Intelligence and unified data governance in the multi-cloud era

Today, it is imperative for organizations to adapt to an increasingly data-driven world and develop analytical agility. However, this is easier said than done, given the diverse sources of information that organizations manage and the complex mechanisms of data processing, including data movement, data discovery, cleansing and preparing reliable data for analysis, etc. The challenge is doubled when you don’t know where your data comes from and what it means. At Data Engineering Summit 2022, Kirthi Ganapathy, Customer Engineering Manager at Google Cloud, shared insights, key learnings, and best practices around intelligent metadata management, security, and governance in a diverse data environment. and widely distributed.

What is Data Governance?

Data governance, at its most basic level, is the practice of improving an organization’s data to make it accessible, understood, protected and trusted. Every business needs to think about the entire data lifecycle, starting with data reception and ingestion, cataloging persistence, curation, storage, management, sharing, archiving, backup , recovery, disposal, deletion and deletion of data.

The data governance framework is based on four main pillars:

  1. Data discovery: data classification, data lineage, metadata and catalog and data quality
  2. Data management: lifecycle and records management, master data, master data and SRE
  3. Data protection: masking, encryption, access management, audit and compliance, residency and retrievability
  4. Data Accountability: Ownership, Policies and Standards, Domain-Based Governance, and Ethics

“Data governance encompasses the ways in which people, processes and technology can work together to enable auditable compliance with defined and agreed upon policies across different technical solutions and different infrastructure boundaries,” Kirthi said.

Data Priorities

“What organizations really want is to be able to learn from the data they have, without any restrictions, without necessarily moving it around, and in a way that makes sense to them,” Kirthi said.
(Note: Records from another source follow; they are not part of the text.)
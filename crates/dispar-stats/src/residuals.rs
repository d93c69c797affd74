//! Per-cell statistics: expected count, contribution to X^2, Pearson residual and
//! Haberman's adjusted standardized residual.
//!
//! Haberman (1973), "The analysis of residuals in cross-classified tables", Biometrics 29:
//! d_ij = (O - E) / sqrt(E (1 - R_i/N) (1 - C_j/N)), asymptotically standard normal.
//! For a k x 2 table the adjusted residual of a group's defective cell is its
//! analysis-of-means z-score.

use crate::chisq::deviation;
use crate::table::Table;

/// Statistics of one cell.
#[derive(Debug, Clone, Copy, PartialEq)]
pub struct Cell {
    /// Expected count R_i C_j / N.
    pub expected: f64,
    /// (O - E)^2 / E, the cell's share of Pearson's X^2.
    pub contribution: f64,
    /// (O - E) / sqrt(E).
    pub pearson_residual: f64,
    /// (O - E) / sqrt(E (1 - R_i/N) (1 - C_j/N)).
    pub adjusted_residual: f64,
}

/// Statistics of every cell, row-major.
///
/// Where a quantity is undefined (E = 0 in an all-zero row or column, or a row or column
/// holding all of N so the adjusted variance is 0) it is reported as 0.0, never NaN; the
/// analysis functions only call this on reduced, testable tables where that cannot happen.
///
/// ```
/// use dispar_stats::{residuals::cells, table::Table};
/// let t = Table::from_rows(&[vec![10, 20], vec![30, 40]])?;
/// let c = cells(&t);
/// assert_eq!(c[0].expected, 12.0);
/// assert!((c[0].contribution - 4.0 / 12.0).abs() < 1e-15);
/// # Ok::<(), dispar_stats::StatsError>(())
/// ```
pub fn cells(table: &Table) -> Vec<Cell> {
    let total = table.total();
    let mut out = Vec::with_capacity(table.rows() * table.cols());
    if total == 0 {
        out.resize(
            table.rows() * table.cols(),
            Cell {
                expected: 0.0,
                contribution: 0.0,
                pearson_residual: 0.0,
                adjusted_residual: 0.0,
            },
        );
        return out;
    }
    let inv_n = 1.0 / total as f64;
    // 1 / sqrt(1 - share) for each row and column (0 when it holds all of N).
    let factor = |t: u64| -> f64 {
        let rest = 1.0 - t as f64 * inv_n;
        if rest > 0.0 { 1.0 / rest.sqrt() } else { 0.0 }
    };
    let col_factors: Vec<f64> = table.col_totals().iter().map(|&c| factor(c)).collect();
    for r in 0..table.rows() {
        let rt = table.row_totals()[r];
        let row_factor = factor(rt);
        for ((&o, &col_factor), &ct) in table
            .row(r)
            .iter()
            .zip(&col_factors)
            .zip(table.col_totals())
        {
            let (d, e) = if rt > 0 && ct > 0 {
                deviation(o, rt, ct, total)
            } else {
                (0.0, 0.0)
            };
            let cell = if e > 0.0 {
                let inv_e = 1.0 / e;
                let pearson_residual = d * inv_e.sqrt();
                Cell {
                    expected: e,
                    contribution: d * d * inv_e,
                    pearson_residual,
                    adjusted_residual: pearson_residual * row_factor * col_factor,
                }
            } else {
                Cell {
                    expected: e,
                    contribution: 0.0,
                    pearson_residual: 0.0,
                    adjusted_residual: 0.0,
                }
            };
            out.push(cell);
        }
    }
    out
}

#[cfg(test)]
mod tests {
    use super::*;
    use crate::chisq::pearson;
    use crate::testutil::assert_rel;

    #[test]
    fn contributions_sum_to_pearson_x2() {
        let t = Table::from_rows(&[vec![12, 5, 9], vec![7, 22, 3], vec![1, 8, 30]]).expect("valid");
        let total: f64 = cells(&t).iter().map(|c| c.contribution).sum();
        assert_rel(total, pearson(&t), 1e-13, "sum of contributions");
    }

    #[test]
    fn adjusted_residuals_of_a_2x2_are_plus_or_minus_sqrt_x2() {
        // For a 2 x 2 table every |adjusted residual| equals sqrt(X^2) (Agresti,
        // Categorical Data Analysis, 3rd ed., section 2.4.5; from memory).
        let t = Table::from_rows(&[vec![10, 20], vec![30, 40]]).expect("valid");
        let x = pearson(&t).sqrt();
        for c in cells(&t) {
            assert_rel(c.adjusted_residual.abs(), x, 1e-13, "2x2 adjusted residual");
        }
    }

    #[test]
    fn degenerate_cells_are_zero_not_nan() {
        let t = Table::from_rows(&[vec![0, 0], vec![3, 4]]).expect("valid");
        for c in cells(&t) {
            assert!(c.adjusted_residual.is_finite() && c.contribution.is_finite());
        }
    }
}
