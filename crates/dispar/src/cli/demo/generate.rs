//! The demo scenario and its deterministic generator.
//!
//! Quillmere Closures, an invented maker of plastic caps, dispensing closures and
//! pump assemblies, runs six plants. [`generate`] turns a seed into six months of
//! daily inspection counts (2026-01-05 .. 2026-06-28, Monday to Friday, minus each
//! plant's holidays) for every line, and [`DemoData::write_to`] writes them as
//! `sites.csv`, `lines.csv` and `counts.csv` (the batch CSV format of `POST /v1/counts`).
//!
//! Planted on purpose (the verdicts are checked by the tests in `demo/tests.rs` and
//! described in `demo-data/README.md`):
//! - KES (Kestelmoor) drifts worse in ISO weeks 2026-W14 .. W18, mostly `seal-leak`;
//! - MRQ line L2 spikes on 2026-02-24 .. 26, mostly `short-shot`;
//! - SEM (Semmerau) makes tens of units a day, so its line-level tables need exact tests;
//! - MRQ makes mostly the hard product (`DSP`, dispensing closures, about 1.9 times the
//!   defect rate of `CAP`, plain screw caps), so its crude rate runs well above the pooled
//!   rate while its rate standardised for the product mix is close to it.
//!
//! Products: six lines record one row per product and day (MRQ's four lines, TLG L2 and
//! ODW L2, see [`PRODUCT_LINES`]); the other lines record one row a day without a product.
//! A product line's day is drawn whole first, exactly as for a line without products,
//! and then split into its product rows by a second stream, so every (site, line, date)
//! keeps the totals it would have without products and every story told from the totals
//! still holds. Units are split by the day's product share, defective units by a binomial
//! draw weighted by the products' relative rates, and the defects of each category by
//! drawing the day's defective units without replacement, so a product row carries only
//! defects of its own defective units (at most one second defect each) and the product
//! rows add up exactly to the day's.
//!
//! Determinism: one ChaCha8 stream per line (seed from the caller, stream from the
//! line's position) for the day's counts, another per product line for the split, and
//! only `+ - * /` and `sqrt` on `f64` (no `exp`, `ln`, `powi`, whose last bits may differ
//! between platforms), so a seed gives the same bytes on every machine. The samplers are
//! written here rather than taken from `rand_distr`, which does not promise value
//! stability across its versions.

use std::fmt::Write as _;
use std::path::Path;

use rand_chacha::ChaCha8Rng;
use rand_core::{RngCore, SeedableRng};
use time::macros::date;
use time::{Date, Weekday};

/// The seed whose output is committed under `demo-data/` and described in its README.
pub const DEFAULT_SEED: u64 = 7;

/// Defect category codes, in the order of the `defect:<category>` CSV columns.
pub const CATEGORIES: [&str; 5] = [
    "flash",
    "short-shot",
    "seal-leak",
    "thread-damage",
    "surface-mark",
];

const SHORT_SHOT: usize = 1;
const SEAL_LEAK: usize = 2;

/// First production date of the scenario (a Monday, 2026-W02).
pub const FIRST_DAY: Date = date!(2026 - 01 - 05);
/// Last calendar date of the scenario (a Sunday, 2026-W26).
pub const LAST_DAY: Date = date!(2026 - 06 - 28);

/// A plant of the demo manufacturer.
#[derive(Debug, Clone, PartialEq, Eq)]
pub struct DemoSite {
    /// Short site code, as the plant writes it.
    pub code: &'static str,
    /// Plant name (an invented town).
    pub name: &'static str,
    /// IANA time zone of the plant.
    pub time_zone: &'static str,
}

/// A production line within a demo plant.
#[derive(Debug, Clone, PartialEq, Eq)]
pub struct DemoLine {
    /// Site code the line belongs to.
    pub site: &'static str,
    /// Line code within the site.
    pub line: &'static str,
    /// Human-readable line name.
    pub name: &'static str,
}

/// A product of the demo manufacturer, as recorded in the `product` column.
#[derive(Debug, Clone, Copy, PartialEq)]
pub struct DemoProduct {
    /// Product code.
    pub code: &'static str,
    /// What it is.
    pub name: &'static str,
    /// Its defect rate relative to [`PRODUCTS`]`[0]` on the same line and day.
    pub relative_rate: f64,
}

/// The products, easy one first: a plain screw cap, and a dispensing closure (hinge,
/// valve or trigger: more parts, more ways to fail).
pub const PRODUCTS: [DemoProduct; 2] = [
    DemoProduct {
        code: "CAP",
        name: "Screw cap",
        relative_rate: 1.0,
    },
    DemoProduct {
        code: "DSP",
        name: "Dispensing closure",
        relative_rate: 1.9,
    },
];

/// A line that records its counts per product: (site, line, mean share of its units
/// that are [`PRODUCTS`]`[1]`, the hard product; the rest are `PRODUCTS[0]`).
pub const PRODUCT_LINES: [(&str, &str, f64); 6] = [
    ("MRQ", "L1", 0.85),
    ("MRQ", "L2", 0.85),
    ("MRQ", "L3", 0.85),
    ("MRQ", "L4", 0.85),
    ("ODW", "L2", 0.35),
    ("TLG", "L2", 0.35),
];

/// Day-to-day spread of a product line's hard-product share (absolute, before clamping
/// to [`SHARE_BOUNDS`]): orders move the mix a little from day to day.
const SHARE_SPREAD: f64 = 0.04;
/// The hard product's share of a day stays within these bounds, so each product row has
/// units.
const SHARE_BOUNDS: (f64, f64) = (0.05, 0.95);

/// One day's counts for one line, or for one product of a line (one row of `counts.csv`).
#[derive(Debug, Clone, PartialEq, Eq)]
pub struct DemoRecord {
    /// Site code.
    pub site: &'static str,
    /// Line code.
    pub line: &'static str,
    /// Production date (the plant's local calendar date).
    pub date: Date,
    /// Product code, on the lines of [`PRODUCT_LINES`]; `None` elsewhere.
    pub product: Option<&'static str>,
    /// Units inspected.
    pub inspected: u64,
    /// Units found defective (at most `inspected`).
    pub defective: u64,
    /// Defects found, by category, in the order of [`CATEGORIES`]. These count
    /// defects, not units: a unit may carry two, so the sum may exceed `defective`.
    pub defects: [u64; CATEGORIES.len()],
}

/// The whole generated scenario.
#[derive(Debug, Clone, PartialEq, Eq)]
pub struct DemoData {
    /// The seed it was generated from.
    pub seed: u64,
    /// Plants, in code order.
    pub sites: Vec<DemoSite>,
    /// Lines, in (site, line) order.
    pub lines: Vec<DemoLine>,
    /// Daily records, in (date, site, line, product) order (no product first).
    pub records: Vec<DemoRecord>,
}
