//! Pairwise follow-ups: every pair of groups as a 2 x 2 table, raw and adjusted p-values,
//! and the difference of rates with Newcombe's interval.

use crate::adjust::{Adjustment, adjust};
use crate::chisq::{pearson_2x2, upper_tail_unchecked, yates_2x2};
use crate::error::{StatsError, check_open_unit};
use crate::exact::fisher;
use crate::interval::{Interval, newcombe_from_wilson, wilson_z, z_for_confidence};
use crate::validity::cochran_2x2_holds;

/// Which test each pair gets.
#[derive(Debug, Clone, Copy, PartialEq, Eq, Default)]
pub enum PairMethod {
    /// Pearson's X^2 without Yates' correction when Cochran's rule holds for the pair (all
    /// four expected counts >= 5), Fisher's exact test otherwise.
    #[default]
    Auto,
    /// Pearson's X^2 on 1 df for every pair.
    Pearson,
    /// Yates-corrected X^2 on 1 df for every pair.
    PearsonYates,
    /// Fisher's exact test for every pair.
    Fisher,
    /// No pairwise follow-ups ([`pairwise`] returns no pairs).
    Off,
}

/// The test a pair actually got.
#[derive(Debug, Clone, Copy, PartialEq, Eq)]
pub enum PairTest {
    /// Pearson's X^2, 1 df.
    Pearson,
    /// Yates-corrected X^2, 1 df.
    PearsonYates,
    /// Fisher's exact test, two-sided.
    Fisher,
}

/// Options for [`pairwise`].
#[derive(Debug, Clone, Copy, PartialEq)]
pub struct PairwiseOptions {
    /// Significance level for `reject`, and 1 - confidence of the difference intervals.
    pub alpha: f64,
    /// Test per pair.
    pub method: PairMethod,
    /// Multiple-comparison adjustment across all pairs.
    pub adjust: Adjustment,
    /// Smallest difference of rates that matters (a proportion, e.g. 0.005 for half a
    /// percentage point); `None` leaves `practically_different` unset.
    pub min_difference: Option<f64>,
    /// Abandon the work with [`StatsError::DeadlineExceeded`] once this instant has
    /// passed (checked once per group), so a server can bound a request's CPU time.
    pub deadline: Option<std::time::Instant>,
}

impl Default for PairwiseOptions {
    fn default() -> Self {
        PairwiseOptions {
            alpha: 0.05,
            method: PairMethod::Auto,
            adjust: Adjustment::Holm,
            min_difference: None,
            deadline: None,
        }
    }
}

/// One pair of groups.
#[derive(Debug, Clone, Copy, PartialEq)]
pub struct Pair {
    /// Index of the first group (a < b).
    pub a: usize,
    /// Index of the second group.
    pub b: usize,
    /// The test used.
    pub method: PairTest,
    /// The X^2 statistic (None for Fisher's test).
    pub statistic: Option<f64>,
    /// Raw two-sided p.
    pub p: f64,
    /// log10 of the raw p, finite where p underflows.
    pub log10_p: f64,
    /// p adjusted across all pairs.
    pub p_adjusted: f64,
    /// `p_adjusted < alpha`.
    pub reject: bool,
    /// rate_a - rate_b.
    pub difference: f64,
    /// Newcombe's hybrid score interval for the difference at confidence 1 - alpha.
    pub difference_ci: Interval,
    /// With a minimum difference m: true when the whole interval lies beyond it
    /// (lower > m or upper < -m), false otherwise; None without m.
    pub practically_different: Option<bool>,
}

/// Per-group data reused by every pair.
#[derive(Clone, Copy)]
struct Group {
    n: u64,
    x: u64,
    rate: f64,
    ci: Interval,
}

/// All pairs i < j of the groups `(inspected, defective)`, in the order (0,1), (0,2), ...,
/// (1,2), ...; adjusted p across all of them.
///
/// Errors: alpha outside (0, 1), a negative or non-finite minimum difference, a group with
/// defective > inspected or with nothing inspected. Large inputs are split across the
/// available cores (results do not depend on the split).
///
/// ```
/// use dispar_stats::pairwise::{pairwise, PairwiseOptions, PairTest};
/// let pairs = pairwise(&[(300, 36), (300, 63), (300, 38)], &PairwiseOptions::default())?;
/// assert_eq!(pairs.len(), 3);
/// assert_eq!((pairs[0].a, pairs[0].b), (0, 1));
/// assert_eq!(pairs[0].method, PairTest::Pearson);
/// assert!(pairs[0].p_adjusted >= pairs[0].p);
/// # Ok::<(), dispar_stats::StatsError>(())
/// ```
pub fn pairwise(groups: &[(u64, u64)], options: &PairwiseOptions) -> Result<Vec<Pair>, StatsError> {
    check_open_unit("alpha", options.alpha)?;
    if let Some(m) = options.min_difference
        && !(m.is_finite() && m >= 0.0)
    {
        return Err(StatsError::InvalidParameter {
            name: "min_difference",
            value: m,
            requirement: "finite and >= 0",
        });
    }
    if options.method == PairMethod::Off {
        return Ok(Vec::new());
    }
    let z = z_for_confidence(1.0 - options.alpha)?;
    let mut data = Vec::with_capacity(groups.len());
    for (index, &(n, x)) in groups.iter().enumerate() {
        if x > n {
            return Err(StatsError::DefectiveExceedsInspected {
                index,
                inspected: n,
                defective: x,
            });
        }
        if n == 0 {
            return Err(StatsError::EmptyGroup { index });
        }
        data.push(Group {
            n,
            x,
            rate: x as f64 / n as f64,
            ci: wilson_z(x, n, z)?,
        });
    }
    if data.len() < 2 {
        return Ok(Vec::new());
    }
    let k = data.len();
    let total = k * (k - 1) / 2;
    let threads = if total < 20_000 {
        1
    } else {
        std::thread::available_parallelism()
            .map(|n| n.get())
            .unwrap_or(1)
            .min(8)
    };
    let mut pairs = if threads <= 1 {
        pairs_for_rows(&data, 0, k, options)?
    } else {
        // Split the rows so that each thread gets about the same number of pairs.
        let mut bounds = vec![0usize];
        let mut acc = 0usize;
        for i in 0..k {
            acc += k - 1 - i;
            if acc * threads >= total * bounds.len() && bounds.len() < threads {
                bounds.push(i + 1);
            }
        }
        bounds.push(k);
        bounds.dedup();
        let parts: Vec<Result<Vec<Pair>, StatsError>> = std::thread::scope(|s| {
            let handles: Vec<_> = bounds
                .windows(2)
                .map(|w| {
                    let (from, to) = (w[0], w[1]);
                    let data = &data;
                    s.spawn(move || pairs_for_rows(data, from, to, options))
                })
                .collect();
            handles
                .into_iter()
                .map(|h| h.join().unwrap_or_else(|e| std::panic::resume_unwind(e)))
                .collect()
        });
        let mut all = Vec::with_capacity(total);
        for part in parts {
            all.extend(part?);
        }
        all
    };
    let raw: Vec<f64> = pairs.iter().map(|p| p.p).collect();
    let adjusted = adjust(&raw, options.adjust);
    for (pair, adj) in pairs.iter_mut().zip(adjusted) {
        pair.p_adjusted = adj;
        pair.reject = adj < options.alpha;
    }
    Ok(pairs)
}

/// The pairs (i, j), from <= i < to, i < j < k.
fn pairs_for_rows(
    data: &[Group],
    from: usize,
    to: usize,
    options: &PairwiseOptions,
) -> Result<Vec<Pair>, StatsError> {
    let k = data.len();
    let count: usize = (from..to).map(|i| k - 1 - i).sum();
    let mut out = Vec::with_capacity(count);
    for i in from..to {
        if options
            .deadline
            .is_some_and(|d| std::time::Instant::now() >= d)
        {
            return Err(StatsError::DeadlineExceeded);
        }
        let g1 = data[i];
        for (j, g2) in data.iter().enumerate().skip(i + 1) {
            // Exact tests on huge counts take a millisecond each: check within a row.
            if j % 16 == 0
                && options
                    .deadline
                    .is_some_and(|d| std::time::Instant::now() >= d)
            {
                return Err(StatsError::DeadlineExceeded);
            }
            out.push(one_pair(i, g1, j, *g2, options));
        }
    }
    Ok(out)
}

fn one_pair(i: usize, g1: Group, j: usize, g2: Group, options: &PairwiseOptions) -> Pair {
    let (a, b, c, d) = (g1.x, g1.n - g1.x, g2.x, g2.n - g2.x);
    let method = match options.method {
        PairMethod::Pearson => PairTest::Pearson,
        PairMethod::PearsonYates => PairTest::PearsonYates,
        PairMethod::Fisher => PairTest::Fisher,
        PairMethod::Auto | PairMethod::Off => {
            if cochran_2x2_holds(a, b, c, d) {
                PairTest::Pearson
            } else {
                PairTest::Fisher
            }
        }
    };
    let (statistic, p, log10_p) = match method {
        PairTest::Pearson | PairTest::PearsonYates => {
            let x2 = if method == PairTest::Pearson {
                pearson_2x2(a, b, c, d)
            } else {
                yates_2x2(a, b, c, d)
            };
            let t = upper_tail_unchecked(x2, 1);
            (Some(x2), t.p, t.log10_p)
        }
        PairTest::Fisher => {
            let f = fisher(a, b, c, d);
            (None, f.p_two_sided, f.log10_p)
        }
    };
    let ci = newcombe_from_wilson(g1.rate, g1.ci, g2.rate, g2.ci);
    Pair {
        a: i,
        b: j,
        method,
        statistic,
        p,
        log10_p,
        p_adjusted: p,
        reject: false,
        difference: g1.rate - g2.rate,
        difference_ci: ci,
        practically_different: options
            .min_difference
            .map(|m| ci.lower > m || ci.upper < -m),
    }
}

#[cfg(test)]
mod tests {
    use super::*;
    use crate::testutil::assert_rel;

    #[test]
    fn a_passed_deadline_abandons_the_pairs() {
        let opts = PairwiseOptions {
            deadline: Some(std::time::Instant::now()),
            ..PairwiseOptions::default()
        };
        assert_eq!(
            pairwise(&[(100, 3), (100, 9), (100, 5)], &opts),
            Err(StatsError::DeadlineExceeded)
        );
    }

    #[test]
    fn each_pair_matches_the_two_by_two_functions() {
        let groups = [(300u64, 36u64), (300, 46), (300, 42), (300, 63), (300, 38)];
        let pairs = pairwise(&groups, &PairwiseOptions::default()).expect("valid");
        assert_eq!(pairs.len(), 10);
        let raw: Vec<f64> = pairs.iter().map(|p| p.p).collect();
        let holm = adjust(&raw, Adjustment::Holm);
        for (pair, h) in pairs.iter().zip(holm) {
            let (n1, x1) = groups[pair.a];
            let (n2, x2) = groups[pair.b];
            let t = crate::table::Table::from_rates(&[(n1, x1), (n2, x2)]).expect("valid");
            let x2s = crate::chisq::pearson(&t);
            assert_eq!(pair.method, PairTest::Pearson);
            assert_rel(pair.statistic.expect("chi-square"), x2s, 1e-14, "X^2");
            assert_rel(
                pair.p,
                crate::chisq::upper_tail(x2s, 1).expect("ok").p,
                1e-14,
                "p",
            );
            assert_eq!(pair.p_adjusted, h);
            let ci = crate::interval::newcombe_difference(x1, n1, x2, n2, 0.95).expect("ok");
            assert_rel(pair.difference_ci.lower, ci.lower, 1e-14, "lower");
            assert_rel(pair.difference_ci.upper, ci.upper, 1e-14, "upper");
        }
    }

    #[test]
    fn auto_uses_fisher_for_sparse_pairs() {
        let pairs = pairwise(
            &[(20, 1), (20, 6), (1000, 100)],
            &PairwiseOptions::default(),
        )
        .expect("valid");
        assert_eq!(pairs[0].method, PairTest::Fisher);
        assert_eq!(pairs[0].statistic, None);
        let f = fisher(1, 19, 6, 14);
        assert_eq!(pairs[0].p, f.p_two_sided);
        // (20, 6) vs (1000, 100): expected defective in the small group 20 * 106/1020 < 5.
        assert_eq!(pairs[2].method, PairTest::Fisher);
    }

    #[test]
    fn practical_difference_needs_the_whole_interval_beyond_the_threshold() {
        let opts = PairwiseOptions {
            min_difference: Some(0.05),
            ..PairwiseOptions::default()
        };
        let pairs =
            pairwise(&[(10_000, 2_000), (10_000, 1_000), (10_000, 1_030)], &opts).expect("valid");
        assert_eq!(pairs[0].practically_different, Some(true)); // 0.10, CI well above 0.05
        assert_eq!(pairs[2].practically_different, Some(false)); // -0.003
        let none = pairwise(&[(10, 1), (10, 2)], &PairwiseOptions::default()).expect("valid");
        assert_eq!(none[0].practically_different, None);
    }

    #[test]
    fn threaded_and_single_threaded_results_agree() {
        let groups: Vec<(u64, u64)> = (0..260u64).map(|i| (1000 + i, 10 + i % 37)).collect();
        let all = pairwise(&groups, &PairwiseOptions::default()).expect("valid");
        assert_eq!(all.len(), 260 * 259 / 2);
        let mut idx = 0;
        for i in 0..260 {
            for j in i + 1..260 {
                assert_eq!((all[idx].a, all[idx].b), (i, j));
                idx += 1;
            }
        }
        let single = pairs_for_rows(
            &groups
                .iter()
                .map(|&(n, x)| Group {
                    n,
                    x,
                    rate: x as f64 / n as f64,
                    ci: wilson_z(x, n, z_for_confidence(0.95).expect("ok")).expect("ok"),
                })
                .collect::<Vec<_>>(),
            0,
            260,
            &PairwiseOptions::default(),
        )
        .expect("no deadline");
        for (x, y) in all.iter().zip(&single) {
            assert_eq!(x.p, y.p);
            assert_eq!(x.difference_ci, y.difference_ci);
        }
    }

    #[test]
    fn bad_input_is_typed() {
        let o = PairwiseOptions::default();
        assert!(matches!(
            pairwise(&[(0, 0), (5, 1)], &o),
            Err(StatsError::EmptyGroup { index: 0 })
        ));
        assert!(matches!(
            pairwise(&[(5, 6)], &o),
            Err(StatsError::DefectiveExceedsInspected { .. })
        ));
        let bad = PairwiseOptions {
            min_difference: Some(-0.1),
            ..o
        };
        assert!(pairwise(&[(5, 1), (5, 2)], &bad).is_err());
        let off = PairwiseOptions {
            method: PairMethod::Off,
            ..o
        };
        assert!(pairwise(&[(5, 1), (5, 2)], &off).expect("valid").is_empty());
    }
}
An intelligent data fabric enables organizations to centrally manage, monitor, and govern data across data lakes, data warehouses, and data marts with consistent controls, providing access to trusted data and powering analytics in large scale. It provides unified metadata-driven data management through a single pane of glass, centralized security and governance, enabling distributed ownership with global control, built-in intelligence to unify distributed data without data movement, and a single platform. open form supporting open source tools and a robust partner ecosystem.

What is a data mesh?

Data mesh is a type of data architecture that makes data accessible, available, discoverable, secure, and interoperable. It combines two principles: domain-driven decentralization and data-as-product.

In domain-driven decentralization, data belongs to the people who understand it best. For example, the finance team owns the financial data and the human resources team owns the human resources and employee data. Thus, no centralized entity owns the data of the entire organization.

In the second approach, the data is considered as a product. A team owns the data, just as a team would own all of the services and its business. In other words, you treat other teams as internal customers of your data.

Now let’s see how to create a data mesh architecture. Building a data mesh involves:

  1. Organize data to map it to your business: Logical organization of data according to its use rather than where it is stored.
  2. Uniformly manage and govern data: Establish standardized policies for access control, data quality, classification and lifecycle management.
  3. Access data from a variety of tools: Access distributed data from cloud-native, open-source google tools with automatic metadata propagation and a unified experience.

Google Cloud Way

“We have three data domains here, sales data, CRM data or customer data and product data, each of which can be implemented as a different data lake, with their respective data pipelines, allowing the respective product teams to implement a very fine-grained permissions control, including at a sub-lake or ozone level on each of these data lakes independently, as defined by organizational best practices,” Kirthi said.

She further stated that with this architecture:

  1. Your organization gets the freedom to store data wherever you want, choose the best analytics tools, and have flexibility in pricing and consumption model to meet financial governance needs.
  2. Built-in data intelligence leveraging the best AI/ML capabilities to automate data management and reduce manual tasks.
  3. Enable standardization and unification of metadata, security policies and data classification.